Я еще раз обошел машину кругом. Странно: на правую фару Мишке зачем-то наклеил крест из черного скотча. И опять меня поразил почти нетронутый правый борт. Присмотревшись внимательней, я заметил какие-то пятна. На темно-зеленом фоне они были почти не видны, и их было немного. Но они были похожи на кровь, и я задался вопросом, как могла попасть сюда кровь. Может, Мишке с этой стороны вытаскивали из машины? Были ли у него вообще открытые раны? Или поранился кто-нибудь из спасателей или рабочих ремонтно-аварийной службы? Может, это и не имело никакого значения, но меня вдруг так заинтересовало, кровь ли это, что я соскреб своим швейцарским перочинным ножом в коробочку из-под фотопленки немного краски с тех мест, где были пятна. Филипп отдаст это на анализ.

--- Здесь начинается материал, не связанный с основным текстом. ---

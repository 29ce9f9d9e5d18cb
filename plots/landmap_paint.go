package plots

import (
	"math"

	"gonum.org/v1/plot/vg"
)

// mapPlan is a map of a deck at work. The text beside it is that of a scatter's plan.
type mapPlan struct {
	scatterPlan
	of  MapPlanSpec
	bar vg.Rectangle // the bar of shades, with what it shows above it
}

var (
	penFootprint = pen{ink: inkText, width: 1.5}
	penRegion    = pen{ink: inkVermillion, width: 1.1, dashes: []vg.Length{5, 2.5}}
	penStep      = pen{ink: inkText, width: 0.35}
)

// shade is the ink of layer i: the shades in use are spread over all of them.
func (s *mapPlan) shade(i int) ink {
	n := len(s.of.Layers)
	if n == 1 {
		return inkHeat3
	}
	return inkHeat1 + ink(math.Round(float64(i)*float64(MostLayers-1)/float64(n-1)))
}

func (s *mapPlan) arrange() {
	must := s.must()
	if c := s.spec.circumference(); c > 0 && must.size().X > c {
		must.min.X, must.max.X = -c/2, c/2
	}
	s.deck = s.bounds()
	if s.spec.From.Y == s.spec.To.Y { // no bulkheads: as far as there is something
		all := must
		all.grow(0.2 * all.size().norm())
		s.deck.add(Point{s.deck.min.X, all.min.Y}, Point{s.deck.max.X, all.max.Y})
	}
	must = s.choose(must, s.padded(must))
	f := frame{left: 12, right: 12, top: 12, bottom: 12, numbersLeft: 34, numbersLow: 13, down: true}
	for range 2 { // the second time with room for the numbers at the left
		s.stage = newStage(sheetPlan{title: s.spec.Title, notes: s.spec.Notes, side: planColumn, strip: true}, must, f)
		s.number()
		for _, t := range s.yTicks {
			f.numbersLeft = math.Max(f.numbersLeft, textWidth(t.Label+" m", sizeTick, false)+8)
		}
	}
	s.layBar()
	s.write()
	s.label()
}

const (
	barWide = 22.0 // pt, of a shade in the bar
	barHigh = 12.0
)

// layBar keeps the top of the side column for the bar.
func (s *mapPlan) layBar() {
	lines := len(s.barWords())
	high := float64(lines)*entryPitch + 3 + barHigh*float64(len(s.of.Layers)) + 6
	s.bar = s.side
	s.bar.Min.Y = s.bar.Max.Y - vg.Length(high)
	s.side.Max.Y = s.bar.Min.Y
	s.side.Min.X -= numberWide - 4 // no marks stand before its lines
}

func (s *mapPlan) barWords() []string { return wrap(clean(s.of.Of), planColumn-4, sizeLabel, false, 3) }

// paintBar draws the shades with their values, the greatest on top.
func (s *mapPlan) paintBar(p *pad) {
	x, y := s.bar.Min.X.Points()+4, s.bar.Max.Y.Points()
	for _, l := range s.barWords() {
		y -= entryPitch
		p.text(text{s: l, at: xy(x, y+2), size: sizeLabel, ink: inkText})
	}
	y -= 3
	for i := len(s.of.Layers) - 1; i >= 0; i-- {
		y -= barHigh
		box := vg.Rectangle{Min: xy(x, y), Max: xy(x+barWide, y+barHigh)}
		p.fillRect(box, s.shade(i))
		p.rect(box, penStep)
		p.text(text{s: clean(s.of.Layers[i].Label), at: xy(x+barWide+6, y+barHigh/2-sizeLabel*capHeight/2), size: sizeLabel, ink: inkText})
	}
}

// label finds places for the names: of steps, of the region, of what stands out.
func (s *mapPlan) label() {
	if s.of.Mark != nil {
		s.each(*s.of.Mark, func(q vg.Point) {
			s.pl.mark(q, crossArm)
			s.pl.add(label{s: clean(s.of.MarkWords), size: sizeLabel, bold: true, ink: inkText, at: q, clear: crossArm + 1, need: true})
		})
	}
	region := "let go over this"
	for _, l := range s.of.Region {
		region = s.nameOnce(closedLoop(l), region, pricePlumb)
	}
	foot := "footprint"
	if s.of.Strong != "" {
		foot = clean(s.of.Strong)
	}
	for _, l := range longestFirst(s.of.Footprint) {
		foot = s.nameOnce(closedLoop(l), foot, priceStrong)
	}
	for _, layer := range s.of.Layers[1:] {
		name := clean(layer.Short)
		for _, l := range longestFirst(layer.Outlines) {
			if name == "" {
				break
			}
			name = s.nameOnce(closedLoop(l), name, priceThin)
		}
	}
	s.plan.label()
}

// longestFirst gives the longest loop alone, the one worth a name.
func longestFirst(loops [][]Point) [][]Point {
	best, long := -1, 0.0
	for i, l := range loops {
		sum := 0.0
		for k := range l {
			sum += l[k].sub(l[(k+1)%len(l)]).norm()
		}
		if sum > long {
			best, long = i, sum
		}
	}
	if best < 0 {
		return nil
	}
	return loops[best : best+1]
}

// closedLoop repeats the first corner of an outline.
func closedLoop(c []Point) []Point {
	if len(c) == 0 {
		return c
	}
	return append(c[:len(c):len(c)], c[0])
}

// paintLayer fills the outlines of a layer, as one path: those around holes run the
// other way round and leave them free.
func (s *mapPlan) paintLayer(p *pad, i int) {
	var path vg.Path
	for _, loop := range s.of.Layers[i].Outlines {
		s.laps(closedLoop(loop), func(page []vg.Point) {
			path = append(path, linePath(clipPolygon(s.field(), page), true)...)
		})
	}
	p.fill(s.shade(i), path)
}

// strokes draws closed outlines.
func (s *mapPlan) strokes(p *pad, n pen, loops [][]Point) {
	for _, loop := range loops {
		s.laps(closedLoop(loop), func(page []vg.Point) { s.line(p, n, page) })
	}
}

func (s *mapPlan) paint(p *pad) {
	s.paintGrid(p)
	s.paintDeck(p)
	shapes := s.shapes()
	for _, shape := range shapes {
		s.paintShape(p, shape)
	}
	for i := range s.of.Layers {
		s.paintLayer(p, i)
	}
	for i := range s.of.Layers[1:] {
		s.strokes(p, penStep, s.of.Layers[i+1].Outlines)
	}
	for _, shape := range shapes { // once more, over the shades
		s.line(p, penFixture, shape.path)
		if shape.opening && !shape.closed {
			s.line(p, penExt, []vg.Point{shape.path[0], shape.path[2]})
			s.line(p, penExt, []vg.Point{shape.path[1], shape.path[3]})
		}
	}
	s.strokes(p, penFootprint, s.of.Footprint)
	s.strokes(p, penRegion, s.of.Region)
	p.rect(s.win, penFrame)
	if s.of.Mark != nil {
		s.each(*s.of.Mark, p.plus)
	}
	s.pl.draw(p)
	s.paintBar(p)
	s.paintLines(p)
	s.drawStrip(p, "spinward", "+axial", spinStatement(s.spec.Spin)+s.cropStatement())
	s.sheet.draw(p)
}
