package plots

import (
	"encoding/xml"
	"fmt"
	"math"
	"strings"
	"testing"
)

// throwSpec is three throws from one hand; the last hits a bench.
func throwSpec() ThrowViewSpec {
	s := ThrowViewSpec{Title: "Throws of a sample", Desc: "Three throws.", Notes: "Habitat frame.", Spin: sampleSpin, Deck: 18, Outlines: ringOutlines(18, 18),
		From: Point{0, 1.5}, Targets: []ThrowMark{{Point{5, 1.9}, "target"}}}
	for i, up := range []float64{0.4, 2, 5} {
		var line []TrackPoint
		for k := range 81 {
			u := float64(k) / 80
			line = append(line, TrackPoint{T: u * (1 + up/4), X: 5 * u, Y: 1.5 + 0.4*u + 4*up*u*(1-u)})
		}
		s.Throws = append(s.Throws, ThrowLine{Name: fmt.Sprintf("%d lobbed", i+1), Track: line})
	}
	s.Throws[2].Track, s.Throws[2].Hits = s.Throws[2].Track[:30], "hits bench top"
	return s
}

func cardSpec() ThrowCardSpec {
	s := ThrowCardSpec{Title: "Throw table of a sample", Desc: "Where to point.", Notes: "Throws at 6 m/s.", Spin: -sampleSpin,
		Heads: []string{"target", "throw", "above the deck", "above target", "flight", "arrives at"}}
	for i := range MostThrowRows {
		a := math.Pi * (float64(i)/MostThrowRows - 0.3)
		s.Rows = append(s.Rows, ThrowCardRow{Cells: []string{fmt.Sprintf("%d m antisp.", i/2), "lobbed", "52.9°", "-4.9°", "0.608 s", "hits the side of the long bench"}, Sight: 0.1, Point: a, Soft: i%3 == 0})
	}
	s.Rows[4] = ThrowCardRow{Cells: make([]string, 6), None: "out of reach; it takes 7 m/s", Sight: math.NaN(), Point: math.NaN(), Soft: true}
	return s
}

func throwSamples() []sampleFigure {
	round := throwSpec()
	round.Outlines = nil
	for i := range round.Throws[0].Track {
		p := &round.Throws[0].Track[i]
		a := 3 * float64(i) / 80
		p.X, p.Y = 16.5*math.Sin(a), 18-16.5*math.Cos(a)
	}
	flat := throwSpec()
	flat.Deck, flat.Outlines = 0, nil
	one := cardSpec()
	one.Rows = one.Rows[:1]
	view := func(name string, s ThrowViewSpec) sampleFigure {
		return sampleFigure{"throws " + name, func() (*Figure, error) { return ThrowView(s) }}
	}
	card := func(name string, s ThrowCardSpec) sampleFigure {
		return sampleFigure{"throw table " + name, func() (*Figure, error) { return ThrowCard(s) }}
	}
	return []sampleFigure{view("past a bench", throwSpec()), view("round the ring", round), view("on a flat floor", flat), card("full", cardSpec()), card("of one", one)}
}

func TestThrowViewRefuses(t *testing.T) {
	for name, spoil := range map[string]func(*ThrowViewSpec){
		"no title":          func(s *ThrowViewSpec) { s.Title = "" },
		"no throws":         func(s *ThrowViewSpec) { s.Throws = nil },
		"too many throws":   func(s *ThrowViewSpec) { s.Throws = make([]ThrowLine, MostThrows+1) },
		"an empty track":    func(s *ThrowViewSpec) { s.Throws[1].Track = nil },
		"a track of NaN":    func(s *ThrowViewSpec) { s.Throws[1].Track[3].X = math.NaN() },
		"a target of NaN":   func(s *ThrowViewSpec) { s.Targets[0].At.Y = math.NaN() },
		"from infinity":     func(s *ThrowViewSpec) { s.From.X = math.Inf(1) },
		"a negative deck":   func(s *ThrowViewSpec) { s.Deck = -1 },
		"a spin of NaN":     func(s *ThrowViewSpec) { s.Spin = math.NaN() },
		"an outline of NaN": func(s *ThrowViewSpec) { s.Outlines[0].Path[0].Radius = math.NaN() },
	} {
		s := throwSpec()
		spoil(&s)
		if f, err := ThrowView(s); err == nil || f != nil {
			t.Errorf("%s: drawn", name)
		}
	}
}

func TestThrowCardRefuses(t *testing.T) {
	for name, spoil := range map[string]func(*ThrowCardSpec){
		"no description": func(s *ThrowCardSpec) { s.Desc = "" },
		"no rows":        func(s *ThrowCardSpec) { s.Rows = nil },
		"too many rows":  func(s *ThrowCardSpec) { s.Rows = append(s.Rows, s.Rows[0]) },
		"a short row":    func(s *ThrowCardSpec) { s.Rows[3].Cells = s.Rows[3].Cells[:2] },
		"no direction":   func(s *ThrowCardSpec) { s.Rows[3].Point = math.Inf(1) },
	} {
		s := cardSpec()
		spoil(&s)
		if f, err := ThrowCard(s); err == nil || f != nil {
			t.Errorf("%s: drawn", name)
		}
	}
}

// TestThrowViewShowsAll: every throw, its end and every target lie in the window,
// and each throw is named.
func TestThrowViewShowsAll(t *testing.T) {
	spec := throwSpec()
	s := throwView{scene: scene{head: headline{spec.Title, spec.Desc, spec.Notes, spec.Spin}, radius: spec.Deck, outlines: spec.Outlines}, spec: spec}
	for _, l := range spec.Throws {
		tr, err := newTrack(l.Track)
		if err != nil {
			t.Fatal(err)
		}
		s.tracks = append(s.tracks, tr)
	}
	s.arrange()
	for _, tr := range s.tracks {
		for _, p := range append(tr.at, spec.From, spec.Targets[0].At) {
			if !within(s.win, s.v.pt(p)) {
				t.Fatalf("%v is not shown", p)
			}
		}
	}
	f, err := ThrowView(spec)
	svg := render(t, f, err)
	for _, want := range []string{"1 lobbed", "2 lobbed", "3 lobbed, hits bench top", "target", "thrown here"} {
		if !strings.Contains(svg, ">"+want+"<") {
			t.Errorf("%q is not named", want)
		}
	}
}

// TestThrowCardArrows: an arrow has the angle of its row; its shaft is the one blue line.
func TestThrowCardArrows(t *testing.T) {
	spec := cardSpec()
	f, err := ThrowCard(spec)
	svg := render(t, f, err)
	k := 0
	var angles []float64
	for _, r := range spec.Rows {
		if !math.IsNaN(r.Point) {
			angles = append(angles, r.Point)
		}
	}
	elements(t, svg, func(e xml.StartElement, attr func(string) string, _ string) {
		if e.Name.Local != "path" || attr("class") != "line-blue" {
			return
		}
		var x0, y0, x1, y1 float64
		if _, err := fmt.Sscanf(attr("d"), "M%g,%gL%g,%g", &x0, &y0, &x1, &y1); err != nil {
			t.Fatalf("%q: %v", attr("d"), err)
		}
		if got := math.Atan2(y1-y0, x1-x0); k >= len(angles) || math.Abs(math.Remainder(got-angles[k], 2*math.Pi)) > 0.01 {
			t.Errorf("arrow %d points at %g rad", k, got)
		}
		k++
	})
	if k != len(angles) {
		t.Errorf("%d arrows for %d throws", k, len(angles))
	}
}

Откинув верх, я заглянул внутрь салона. На водительском месте следов крови я не нашел. Боковые карманы на дверцах были пусты. К торпедо была приклеена серебряная фигурка святого Христофора. Я оторвал ее: может, ее захочет оставить себе фрау Бухендорфф, хотя Мишке Христофор не помог.[68]Стерео-установка напомнила мне тот субботний день, когда я ехал за Мишке из Гейдельберга в Мангейм. В магнитоле еще торчала кассета. Я вынул ее и сунул себе в карман.
В механике я разбираюсь плохо. Поэтому я не стал тупо таращиться в моторный отсек или ползать под днищем. Того, что я увидел, было достаточно, чтобы представить себе столкновение машины с ограждением моста и падением на рельсы. Я достал из кармана плаща свой маленький «Ролляй» и сделал несколько снимков. К протоколу, который мне дал Нэгельсбах, прилагалось несколько фотографий, но на бумажной копии трудно было что-нибудь разглядеть.
Вернувшись в Мангейм, я первым делом поехал в городскую больницу, отыскал кабинет Филиппа, постучал и вошел. Он не успел спрятать пепельницу с дымящейся сигаретой в ящик стола.
— А, это ты! — с облегчением произнес он. — Я обещал старшей сестре, что больше не буду курить. А ты здесь какими судьбами?
— Хочу попросить тебя об одном одолжении.
— Давай ты попросишь меня о нем за кофе. Пойдем в нашу столовую.
Когда он шагал впереди меня по коридорам в развевающемся белом халате, отпуская в адрес каждой хорошенькой медсестры по фривольной шутке, он был похож на Петера Александера в роли графа Данило.[69]В столовой он что-то зашептал мне про белокурую сестру, сидевшую через три столика от нас. Она посмотрела в нашу сторону; это был взгляд голубоглазой акулы. Я люблю Филиппа, но если его когда-нибудь сожрет вот такая вот акула, то я буду знать, что он это честно заслужил.